По морозцу направил я свои стопы на Главпочтамт, в телефонный переговорный пункт. Звёзды улыбались мне, Отец был на месте. Выслушав мой сдержанный доклад, он скомандовал находиться в общежитии, с личным составом и ждать развития событий. Вскоре примчался полковник-военный представитель на ЧТЗ. «А Ты чего к коменданту-то пошёл? А мы здесь на что?» – искренне недоумевал он, забирая у меня ВПД. Через 40 минут под окнами зафурчал «Пазик» с военными номерами, багряноликий кэп и прапорщик-водитель подхватили наш железный ящик с оружием и поскакали в автобус. Мы – следом.

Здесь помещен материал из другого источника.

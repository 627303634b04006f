"""The failure Pareto of ``rig stats`` counts part failures only: a run the screen does not decide
(a question answered no, the bench's reference failed) and the bench's own reference step are no
failures of the part, as the runs-not-decided table and docs/reports-and-stats.md say.

Real runs of the shipped NTC screen on the virtual bench, with the sender's lead open (both
sender steps then fail on every run), into a real SQLite file; the counts are recomputed here
from the stored steps in plain Python."""

from __future__ import annotations

import io
import json
import re
import sys
from collections import Counter
from pathlib import Path

import pytest
from bench_helpers import SEQUENCES, shipped_bench

from rig.cli import main
from rig.store import ResultStore

SCREEN = SEQUENCES / "ntc-sender-screen.toml"


def _cold_reference_copy(folder: Path) -> Path:
    """The shipped screen with its well's top limit put under the bench's 23 degC (the unit
    file's ambient): an edited version of the same sequence whose bench reference fails."""
    text = SCREEN.read_text(encoding="utf-8")
    edited = text.replace('high = "40 degC"', 'high = "22 degC"', 1)
    assert edited != text
    path = folder / "ntc-sender-screen-cold.toml"
    path.write_text(edited, encoding="utf-8")
    return path


def test_the_pareto_leaves_out_runs_not_decided_and_the_benchs_reference(
    tmp_path: Path, capsys: pytest.CaptureFixture[str], monkeypatch: pytest.MonkeyPatch
) -> None:
    cold = _cold_reference_copy(tmp_path)
    with shipped_bench("ntc-sender", ("open:lead_a",), folder=tmp_path) as (_, station):
        base = ["--station", str(station.path)]
        assert main(["run", str(SCREEN), *base, "--serial", "U-1", "--yes"]) == 1  # decided
        monkeypatch.setattr(sys, "stdin", io.StringIO("n\n"))  # the operator answers no
        assert main(["run", str(SCREEN), *base, "--serial", "U-2"]) == 1
        assert main(["run", str(cold), *base, "--serial", "U-3", "--yes"]) == 1
        capsys.readouterr()
        store = ResultStore(station.store_path)
        try:
            runs = {r["serial"]: r for r in store.runs()}
            steps = {serial: store.steps(r["id"]) for serial, r in runs.items()}
        finally:
            store.close()
        assert main(["stats", *base, "--json"]) == 0
        data = json.loads(capsys.readouterr().out)
        assert main(["stats", *base]) == 0
        text = capsys.readouterr().out
    verdicts = {s: {x["step_id"]: x["verdict"] for x in rows} for s, rows in steps.items()}
    # what the bench did: all three completed with the sender's steps failed on the open lead
    assert all(r["status"] == "complete" and r["verdict"] == "fail" for r in runs.values())
    assert verdicts["U-2"]["place"] == "fail"  # the no
    assert verdicts["U-3"]["well-temperature"] == "fail"  # 23 degC over 22 degC
    assert {v["sender-4wire"] for v in verdicts.values()} == {"fail"}
    # recomputed from the stored steps: fails in runs with no question answered no and no
    # failed reference-temperature step, the reference step itself left out
    decides = {
        s
        for s, rows in steps.items()
        if not any(x["unit"] == "" and x["verdict"] == "fail" for x in rows)
        and not any(x["kind"] == "reference-temperature" and x["verdict"] == "fail" for x in rows)
    }
    expected = Counter(
        f"ntc-sender-screen / {x['step_id']}"
        for s in decides
        for x in steps[s]
        if x["verdict"] in ("fail", "conditional fail") and x["kind"] != "reference-temperature"
    )
    assert decides == {"U-1"}
    assert expected == {
        "ntc-sender-screen / sender-4wire": 1,
        "ntc-sender-screen / sender-resistance": 1,
    }
    pareto = {r["step"]: r["count"] for r in data["pareto_by_step"]}
    assert pareto == expected
    assert {r["cause"]: r["runs"] for r in data["not_decided"]} == {
        "an operator answered no": 1,
        "the bench's reference failed": 1,
    }
    # and the diagnosis of failed runs is asked of the decided one only
    assert data["fault_kind_note"] == "most likely fault of each of 1 failed runs"
    assert sum(r["count"] for r in data["pareto_by_fault_kind"]) == 1
    # the same on the terminal: no bench reference among the part failures
    section = text.split("Failure Pareto by step")[1].split("Runs not decided")[0]
    assert "well-temperature" not in section
    assert re.search(r"ntc-sender-screen / sender-4wire\s+1\s+50.0 %", section)
    assert "the bench's reference failed" in text.split("Runs not decided")[1]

В торжественном молчании нас препроводили и водрузили в фирменный скорый поезд «Южный Урал», правда, в плацкартный вагон, да ладно. Кэп на прощание исполнил воинское приветствие и проскрежетал что-то типа «счастливого пути». Наш анабасис меж тем, продолжался.

Народу в вагоне было немного, я, как заботливый начальник, расположился на боковушке, воины попадали на полки и принялись выполнять свою главную боевую задачу: посредством сна приближать неизбежный дембель. У меня в заначке была захватывающая книжка про заговор против Де Голля, и я погрузился в чтение.

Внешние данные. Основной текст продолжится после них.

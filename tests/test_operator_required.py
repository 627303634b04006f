"""A station that must record who tested each unit: ``operator_required = true`` in its
``[station]`` table makes every command that starts a run refuse to start without a name.

Each entry point is run as a user runs it (``rig.cli.main``) on the virtual bench: pyvisa-py over
TCP to the DMM and supply, pyserial on a pty to the relay box, a real SQLite store.  A refusal
must come before any instrument is opened: the relay box has handled no line and no run is
recorded.  Source of the rule: the shop's own need to name who tested each unit (common practice
in quality records, no published source); the setting's name and wording are rig's own.
"""

from __future__ import annotations

import sqlite3
from pathlib import Path

import pytest
from bench_helpers import SEQUENCES, shipped_bench

from rig.bench_open import close_bench, open_bench
from rig.cli import EXIT_BAD_INPUT, EXIT_PASS, main
from rig.config.fixture import load_fixture
from rig.config.station import load_station
from rig.config.unit_file import load_unit
from rig.engine import Engine
from rig.errors import ConfigError
from rig.run_admission import RunRefused
from rig.runner import load_plan, run_plan
from rig.sim.bench import VirtualBench
from rig.sim.fault_drill import DRILL_SEQUENCE, UNIT_FILE
from rig.sim.harness_bench import harness_bench, write_invented
from rig.store import ResultStore

SEQUENCE = SEQUENCES / "temp-circuit-check.toml"
SETTING = "operator_required = true"


def _require_operator(station: Path, line: str = SETTING) -> Path:
    """The station file with ``line`` added to its own table, after its name."""
    text = station.read_text(encoding="utf-8")
    head, name, rest = text.partition("\nname = ")
    first, newline, tail = rest.partition("\n")
    station.write_text(head + name + first + newline + line + "\n" + tail, encoding="utf-8")
    return station


def _runs(station: Path) -> list[tuple[str, str, str]]:
    """(operator, status, notes) of every recorded run; none when the store was never made."""
    store = load_station(station).store_path
    if not store.exists():
        return []
    with sqlite3.connect(store) as db:
        return list(db.execute("SELECT operator, status, notes FROM runs ORDER BY id"))


def _assert_refused(code: int, err: str, station: Path, prefix: str = "rig") -> None:
    assert code == EXIT_BAD_INPUT
    assert err.strip() == (
        f"{prefix}: {station} sets operator_required = true under [station]: give --operator "
        "NAME (who tests; it is recorded with the run)"
    )


def test_the_setting_is_a_boolean_named_by_file_line_and_key(tmp_path: Path) -> None:
    with shipped_bench("temp-circuit", folder=tmp_path) as (_, station):
        assert station.operator_required is False  # the default: as before
        path = _require_operator(station.path)
        assert load_station(path).operator_required is True
        path.write_text(path.read_text().replace(SETTING, 'operator_required = "yes"'))
        with pytest.raises(ConfigError) as caught:
            load_station(path)
    line = path.read_text().splitlines().index('operator_required = "yes"') + 1
    assert [str(p) for p in caught.value.problems] == [
        f"{path}:{line} [station.operator_required]: expected true or false, found 'yes'"
    ]


def test_run_refuses_without_an_operator_and_records_the_one_given(
    tmp_path: Path, capsys: pytest.CaptureFixture[str]
) -> None:
    with shipped_bench("temp-circuit", folder=tmp_path) as (bench, st):
        station = _require_operator(st.path)
        base = ["run", str(SEQUENCE), "--station", str(station), "--serial", "A1", "--yes"]
        for blank in ([], ["--operator", ""], ["--operator", "   "]):
            code = main([*base, *blank])
            _assert_refused(code, capsys.readouterr().err, station)
        assert bench.relay_box.lines_handled == 0 and _runs(station) == []
        assert main([*base, "--operator", "kim"]) == EXIT_PASS
    assert [run[0] for run in _runs(station)] == ["kim"]


def test_the_engine_itself_refuses_a_run_with_no_name_or_no_serial(tmp_path: Path) -> None:
    """Callers other than the commands (a script, the console's worker) go through the engine:
    it refuses too, before any relay moves and before anything is recorded."""
    with shipped_bench("temp-circuit", folder=tmp_path) as (bench, st):
        plan = load_plan(SEQUENCE, _require_operator(st.path))
        with pytest.raises(RunRefused, match="operator_required = true"):
            run_plan(plan, "A1", operator=" ")
        with pytest.raises(RunRefused, match="serial number is blank"):
            run_plan(plan, "  ", operator="kim")
        assert bench.relay_box.lines_handled == 0 and _runs(st.path) == []
        opened, store = open_bench(plan.station), ResultStore(plan.station.store_path)
        try:
            with pytest.raises(RunRefused, match="operator_required = true"):
                Engine(plan, opened, store).run("A1", operator="")
        finally:
            close_bench(opened)
            store.close()
        assert _runs(st.path) == []
        assert run_plan(plan, "A1", operator="kim").verdict.value == "pass"
    assert [run[0] for run in _runs(st.path)] == ["kim"]


def test_harness_check_and_capture_refuse_without_an_operator(
    tmp_path: Path, capsys: pytest.CaptureFixture[str]
) -> None:
    wires, fixture = write_invented(tmp_path / "list", 4, seed=2, spare=1)
    captured = tmp_path / "captured.csv"
    bench = harness_bench(wires, fixture, seed=2, ambient_c=20.0)
    with bench:
        station = _require_operator(bench.write_station(tmp_path / "station.toml"))
        common = ["--station", str(station), "--serial", "H1", "--ambient", "20 degC"]
        capture = ["harness", "capture", "--out", str(captured), *common]
        check = ["harness", "check", str(wires.path), *common]
        for args in (capture, check):
            _assert_refused(main(args), capsys.readouterr().err, station)
        assert bench.relay_box.lines_handled == 0 and _runs(station) == []
        assert not captured.exists()
        assert main([*capture, "--operator", "kim", "--json"]) == EXIT_PASS
        assert main([*check, "--operator", "lee", "--json"]) == EXIT_PASS
    assert [run[0] for run in _runs(station)] == ["kim", "lee"]


class ControllerDied(BaseException):
    """Stands for the process dying: nothing in rig catches a BaseException of its own."""


def test_continue_refuses_without_an_operator_and_notes_who_carried_on(
    tmp_path: Path, capsys: pytest.CaptureFixture[str]
) -> None:
    unit = load_unit(UNIT_FILE)
    sequence = tmp_path / "drill.toml"
    sequence.write_text(DRILL_SEQUENCE, encoding="utf-8")

    def die(event: object) -> None:
        if getattr(getattr(event, "result", None), "step_id", "") == "feed":
            raise ControllerDied

    with VirtualBench(unit, load_fixture(unit.fixture_path)) as bench:
        station = _require_operator(bench.write_station(tmp_path / "station.toml"))
        with pytest.raises(ControllerDied):
            run_plan(load_plan(sequence, station), "SN-1", operator="kim", listener=die)
        before = bench.relay_box.lines_handled
        code = main(["continue", "1", "--station", str(station), "--yes"])
        _assert_refused(code, capsys.readouterr().err, station)
        assert bench.relay_box.lines_handled == before
        assert [run[:2] for run in _runs(station)] == [("kim", "running")]  # left as it was
        code = main(["continue", "1", "--station", str(station), "--operator", "lee", "--yes"])
    assert code == EXIT_PASS
    [(operator, status, notes)] = _runs(station)
    assert (operator, status) == ("kim", "complete")  # the header keeps who started it
    assert "continued by operator lee" in notes


def test_console_refuses_to_open_without_an_operator(
    tmp_path: Path, capsys: pytest.CaptureFixture[str], monkeypatch: pytest.MonkeyPatch
) -> None:
    from rig.console import ConsoleApp

    opened: list[str] = []  # the full-screen app is not run in a test; its setup is noted
    monkeypatch.setattr(ConsoleApp, "run", lambda app: opened.append(app.setup.operator))
    with shipped_bench("temp-circuit", folder=tmp_path) as (bench, st):
        station = _require_operator(st.path)
        args = ["console", str(SEQUENCE), "--station", str(station)]
        for blank in ([], ["--operator", " "]):
            code = main([*args, *blank])
            _assert_refused(code, capsys.readouterr().err, station, prefix="rig console")
        assert opened == [] and bench.relay_box.lines_handled == 0
        assert main([*args, "--operator", "kim"]) == 0
    assert opened == ["kim"]


def test_check_says_that_the_station_requires_an_operator(
    tmp_path: Path, capsys: pytest.CaptureFixture[str]
) -> None:
    with shipped_bench("temp-circuit", folder=tmp_path) as (_, st):
        check = ["check", str(SEQUENCE), "--station", str(st.path)]
        assert main(check) == 0
        assert "operator:" not in capsys.readouterr().out
        _require_operator(st.path)
        assert main(check) == 0
    lines = capsys.readouterr().out.splitlines()
    assert lines[1] == (
        "operator: required by the station (operator_required); run with --operator NAME"
    )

Поезд плавно нёсся в Москву (прямых до Киева не существовало), постельное, нательное бельё и я были чистыми, жизнь представлялась прекрасной. Однако, вскоре захотелось принять пищу с горячим чаем, но никаких признаков проводниц не было. Подождав, когда под ложечкой не на шутку засосёт, я отправился на поиски человеческого общения.

В купе проводников, на полке-кушетке, сидели две маленькие, тощенькие девочки в великоватых им синих рубашках. В тоненьких пальчиках они держали стаканы с чуть подкрашенным заваркой кипятком, старательно дули на этот напиток и закусывали его кусочками серого хлеба. Когда я обозначился в проёме двери, на меня воззрились две пары больших, светлых, грустных и голодных девичьих глаз.

Все вопросы и просьбы мгновенно слетели с моего языка, а к горлу подкатил комок. Я метнулся к нашим вещмешкам, у нас ещё было полно сахара, галет, заварки, сгущёнки и рыбных консервов. Взяв, сколько мог унести, вернулся к малышкам. Глаз такого размера я до этого не видел.

Всё это происходило при минимуме слов. Я заварил крепкий чай в огромном чайнике, в блюдце навалил армейского кускового сахара, вспорол банки со сгущёнкой и сайрой в масле. «У нас хлеб есть» – пролепетала одна из девочек. «Ура! – ответил я, – я на галеты уже смотреть не могу». «Правда? – удивились проводницы-школьницы – а нам они так нравятся». Я молча сходил в наш вигвам и принёс им две коробки из-под РСП, полные галет.

В разгар чаепития на лица девчонок вернулись краски, в глазищах появился кокетливый блеск, они болтали без умолку. Они были студентками на подработке, им было по 19 лет, из челябинских пригородов, всё бы ничего, но до проводников почему-то перестала доходить положенная в пути провизия, ни заварки, ни сахару. В общем, голодно, холодно, но платили неплохо. Да, мир спасёт красота, а красоту, в свою очередь, спасёт еда…

Лена и Настя умяли по банке сайры, закусили галетами со сгущёнкой, и я, как рачительный начальник, отправил Лену с чайником чая к личному составу. Не всё же им сны про девушек смотреть. Поезд находился в пути 36 часов, остановок было мало, девочкам не надо было часто выскакивать на перрон… Лена поила чаем прибалтийских воинов, разомлевших от счастья, а Настя, свернувшись в клубочек под моей мужественной рукой, рассказывала мне истории своей короткой девичьей жизни. Ну да, в 23 года я был вполне хорош собой, без намёка на лысину и морщины, а умение слушать присутствовало у меня всегда.